It is often presumed in the footballing world that when a player reaches 30 his best years are all of a sudden behind him. Between the ages of 25 to 30, many players play there football at such a level they are labelled as being in the prime of their career. However, in the case of Celtic and Scotland midfielder Scott Brown his career has taken a totally different path.
Signed from Hibernian in the 2007/2008 season by Celtic, Brown was undoubtedly the golden boy of a Hibs side filled with an array of talent and potential.
Having broken into the side in 2002, as an extremely raw midfielder cum striker, he immediately caught the eye with his fiery demeanour and snarling approach to his play. However, Brown was also a player who garnered praise for his high stamina, brave tackling and endeavour on the ball, shaping him into a box to box midfielder which sadly, Scotland did not possess at that time.
Making 110 appearances for Hibs, winning the Scottish League Cup and reaching Europe during his time there, Brown was in high demand from teams north and south of the border before he finally joined Celtic in his £4.4m move – a record fee between two Scottish clubs.
You would be forgiven then for thinking that Brown would have reached his potential as a 26 year old that was in his 5th year at the club, but it has been a completely different story.
Signed by Gordon Strachan who commented on Brown, ‘He can play at a really high level, that’s for sure.’, he was entrusted with retaining the SPL title for Celtic, as well as providing the catalyst for Gordon Strachan to build a free-flowing attacking team who would dominate the domestic game.
However, somewhere along the line, both men decided that Brown would not stick to what he did best, which was attacking opposition defenders in the last third, using his exceptional power and direct play.
Instead he was reverted into a sitting midfielder with the prime aim of passing the ball from side to side, bringing key wide men such as Aiden McGeady and Shunsuke Nakamura into the creative and damaging positions.
To the detriment of Brown’s game, this style of play did not suit, and it became apparent fairly early on that he would have to adapt a lot to produce high quality performances as he had done at Hibs.

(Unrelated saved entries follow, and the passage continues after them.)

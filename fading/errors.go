package fading

import (
	"errors"
	"fmt"
	"math"
	"strings"
	"unicode"
)

// ParamError reports a bad input parameter: Path names it as an API field
// path (the snake_case proto path, e.g. "profile.taps[2].delay_ns",
// "doppler_hz", "ref_loss_db"), Param as a Go field path (e.g.
// "Profile.Taps[2].DelayNs") or argument name (e.g. "DistanceM"), and Rule
// states the rule it broke, with the valid range. Every constructor and
// validator of package fading returns a *ParamError (or an error wrapping
// one) for bad input; none of them panics. Callers that place a fading
// value inside a request prefix Path with where it sits there.
type ParamError struct {
	Param string // offending parameter, Go field path
	Path  string // the same parameter as a snake_case API field path
	Rule  string // the rule it broke, e.g. "must be in [150e6, 1500e6] Hz"
}

// Error returns "<path>: <rule>".
func (e *ParamError) Error() string { return e.Path + ": " + e.Rule }

// paramErr builds a *ParamError with a formatted rule.
func paramErr(param, format string, args ...any) error {
	return &ParamError{Param: param, Path: APIPath(param), Rule: fmt.Sprintf(format, args...)}
}

// withPrefix returns err with prefix+"." prepended to the parameter name of
// the *ParamError it carries; other errors are returned unchanged.
func withPrefix(prefix string, err error) error {
	var pe *ParamError
	if err == nil || !errors.As(err, &pe) {
		return err
	}
	p := prefix + "." + pe.Param
	return &ParamError{Param: p, Path: APIPath(p), Rule: pe.Rule}
}

// APIPath converts a Go field path ("Profile.Taps[2].DelayNs", "RicianKDB",
// "LOSAngleRad") to the snake_case API path ("profile.taps[2].delay_ns",
// "rician_k_db", "los_angle_rad"): words split at case changes, an acronym
// kept whole, "DB" (decibel) always its own word; indices kept.
func APIPath(goPath string) string {
	var b strings.Builder
	r := []rune(goPath)
	for i := 0; i < len(r); i++ {
		c := r[i]
		if !unicode.IsUpper(c) {
			b.WriteRune(c)
			continue
		}
		prevLowerOrDigit := i > 0 && (unicode.IsLower(r[i-1]) || unicode.IsDigit(r[i-1]))
		prevUpper := i > 0 && unicode.IsUpper(r[i-1])
		nextLower := i+1 < len(r) && unicode.IsLower(r[i+1])
		startDB := c == 'D' && i+1 < len(r) && r[i+1] == 'B' && (i+2 == len(r) || !unicode.IsLower(r[i+2]))
		afterDB := c == 'B' && i > 0 && r[i-1] == 'D'
		if (prevLowerOrDigit || (prevUpper && (nextLower || startDB) && !afterDB)) && b.Len() > 0 {
			b.WriteByte('_')
		}
		b.WriteRune(unicode.ToLower(c))
	}
	return b.String()
}

// finite reports whether x is neither NaN nor ±Inf.
func finite(x float64) bool { return !math.IsNaN(x) && !math.IsInf(x, 0) }

// checkRange returns a *ParamError unless lo <= x <= hi (x finite).
func checkRange(param string, x, lo, hi float64, unit string) error {
	if !finite(x) || x < lo || x > hi {
		return paramErr(param, "must be in [%g, %g] %s, got %g", lo, hi, unit, x)
	}
	return nil
}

The Fife born midfielder has never been a player blessed with a precise, accurate and assured weight of pass and through his early spell with the Edinburgh side, he was renowned for his power, agility and ability to play a high pressure game with his snarling character.
This begs the question then, did Gordon Strachan sign the wrong player?
His midfield partner for much of his Hibs career was Kevin Thomson, who moved to city rivals Rangers 6 months before Browns move, and his style of play was very much suited to the patient passing Strachan wanted.
Strachan attempted to create a side which was solid from Goalkeeper through to his Central defenders and midfielders, allowing the full backs and wide men to provide the width, creativity and flamboyancy needed to balance the solidity provided by the core of the team.
However, Browns free roaming, raw style of play did not suit this, and from the point that Brown signed for Celtic, it was fairly apparent he would not fit into the side unless he adapted.
It is only now, in a Celtic side managed by Neil Lennon, Scott Brown is beginning to look like his old self.
Although not there yet, the now captain has put together assured performances in both a Celtic and Scotland shirt which lead us to believe that he is proving he belongs at the top level, something which has never been doubted in the mind of Brown himself.
It is testament to Browns character, that where a player with a weaker mentality may have caved due to the pressure the captain has been under, he has been able to continually make himself available despite never really hitting a sustained good run of form in a Celtic shirt.
In my own opinion, Neil Lennon see’s definite similarities between his own personality and that of Browns and due to this, he has remained the Celtic captain, and part of the team.
Also his move from central midfield to right midfield, has allowed him to play with more freedom of expression, something which was a cornerstone to his play when he first broke on the scene for Hibernian.
Brown may yet prove to be the exception to the case that players hit their peak later in their career, but he is steadily going about realising the potential that seemed lost, which begs the question ‘Will there be more to come?’.